Exercise aim
Nothing in the records should be left out; transcribe them exactly.

-------- Information provided

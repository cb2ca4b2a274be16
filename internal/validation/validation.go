// Package validation checks the program against published and independently computed figures, in the place where it runs.
//
// A laboratory has to show that its software computes what it claims before relying on it. Run repeats the reference
// calculations on the files embedded from package testdata and gives one Check a figure: what was wanted, from which
// source, printed or computed, what came out, and within which tolerance. No figure is written in Go; a missing or broken
// file is a failed check, never a silent gap.
//
// Subjects outside this package hand their own groups to Run:
//
//	checks := validation.Run(ctx, validation.Group{Name: "run lengths", Checks: runLengthChecks})
package validation

import (
	"context"
	"fmt"
	"math"
)

// Check is one figure compared with its reference.
type Check struct {
	// Group is the subject, Name the figure within it, Source where the wanted value is published or how it was computed.
	Group, Name, Source string
	// Want is the reference. Printed says that it is a printed figure, else it is a computed one.
	Want    float64
	Printed bool
	// Got is what this program computes.
	Got float64
	// Tolerance is the largest absolute difference that passes.
	Tolerance float64
	Pass      bool
	// Note holds a known misprint, the rounding that the print used, or the error that kept the check from running.
	Note string
}

// Group is one subject of checks.
type Group struct {
	Name string
	// Checks gives the checks of the group. An error becomes a failed check beside those that were given.
	Checks func(context.Context) ([]Check, error)
}

// Groups are the built-in subjects in the order of the list.
func Groups() []Group {
	return []Group{
		{"chart factors, computed", computedFactors},
		{"chart factors, printed", printedFactors},
		{"worked examples", workedExamples},
		{"moments", certifiedMoments},
		{"limits of certified series", certifiedLimits},
	}
}

// Run runs the built-in groups and the further ones given, in this order. A cancelled context leaves the remaining groups
// as failed checks that say so. A group that gives no checks is itself a failure: nothing was shown.
func Run(ctx context.Context, further ...Group) []Check {
	var all []Check
	for _, g := range append(Groups(), further...) {
		if err := ctx.Err(); err != nil {
			all = append(all, failed(g.Name, fmt.Errorf("not run: %w", err)))
			continue
		}
		checks, err := g.Checks(ctx)
		for _, c := range checks {
			c.Group = g.Name
			all = append(all, c)
		}
		switch {
		case err != nil:
			all = append(all, failed(g.Name, err))
		case len(checks) == 0:
			all = append(all, failed(g.Name, fmt.Errorf("the group holds no checks")))
		}
	}
	return all
}

// Passed reports whether every check passed and there was at least one.
func Passed(checks []Check) bool {
	for _, c := range checks {
		if !c.Pass {
			return false
		}
	}
	return len(checks) > 0
}

// Compare fills in Got and Pass of a check whose reference and tolerance are set. A Got that is no number never passes.
func (c Check) Compare(got float64) Check {
	c.Got = got
	c.Pass = math.Abs(got-c.Want) <= c.Tolerance
	return c
}

func failed(group string, err error) Check {
	return Check{Group: group, Name: "could not be run", Note: err.Error()}
}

----------------

Task solution
repository cb2ca4b2a274be16
filename internal/validation/validation.go
// Package validation checks the program against published and independently computed figures, in the place where it runs.
//
// A laboratory has to show that its software computes what it claims before relying on it. Run repeats the reference
// calculations on the files embedded from package testdata and gives one Check a figure: what was wanted, from which
// source, printed or computed, what came out, and within which tolerance. No figure is written in Go; a missing or broken
// file is a failed check, never a silent gap.
//
// Subjects outside this package hand their own groups to Run:
//
//	checks := validation.Run(ctx, validation.Group{Name: "run lengths", Checks: runLengthChecks})
package validation

import (
	"context"
	"fmt"
	"math"
)

// Check is one figure compared with its reference.
type Check struct {
	// Group is the subject, Name the figure within it, Source where the wanted value is published or how it was computed.
	Group, Name, Source string
	// Want is the reference. Printed says that it is a printed figure, else it is a computed one.
	Want    float64
	Printed bool
	// Got is what this program computes.
	Got float64
	// Tolerance is the largest absolute difference that passes.
	Tolerance float64
	Pass      bool
	// Note holds a known misprint, the rounding that the print used, or the error that kept the check from running.
	Note string
}

// Group is one subject of checks.
type Group struct {
	Name string
	// Checks gives the checks of the group. An error becomes a failed check beside those that were given.
	Checks func(context.Context) ([]Check, error)
}

// Groups are the built-in subjects in the order of the list.
func Groups() []Group {
	return []Group{
		{"chart factors, computed", computedFactors},
		{"chart factors, printed", printedFactors},
		{"worked examples", workedExamples},
		{"moments", certifiedMoments},
		{"limits of certified series", certifiedLimits},
	}
}

// Run runs the built-in groups and the further ones given, in this order. A cancelled context leaves the remaining groups
// as failed checks that say so. A group that gives no checks is itself a failure: nothing was shown.
func Run(ctx context.Context, further ...Group) []Check {
	var all []Check
	for _, g := range append(Groups(), further...) {
		if err := ctx.Err(); err != nil {
			all = append(all, failed(g.Name, fmt.Errorf("not run: %w", err)))
			continue
		}
		checks, err := g.Checks(ctx)
		for _, c := range checks {
			c.Group = g.Name
			all = append(all, c)
		}
		switch {
		case err != nil:
			all = append(all, failed(g.Name, err))
		case len(checks) == 0:
			all = append(all, failed(g.Name, fmt.Errorf("the group holds no checks")))
		}
	}
	return all
}

// Passed reports whether every check passed and there was at least one.
func Passed(checks []Check) bool {
	for _, c := range checks {
		if !c.Pass {
			return false
		}
	}
	return len(checks) > 0
}

// Compare fills in Got and Pass of a check whose reference and tolerance are set. A Got that is no number never passes.
func (c Check) Compare(got float64) Check {
	c.Got = got
	c.Pass = math.Abs(got-c.Want) <= c.Tolerance
	return c
}

func failed(group string, err error) Check {
	return Check{Group: group, Name: "could not be run", Note: err.Error()}
}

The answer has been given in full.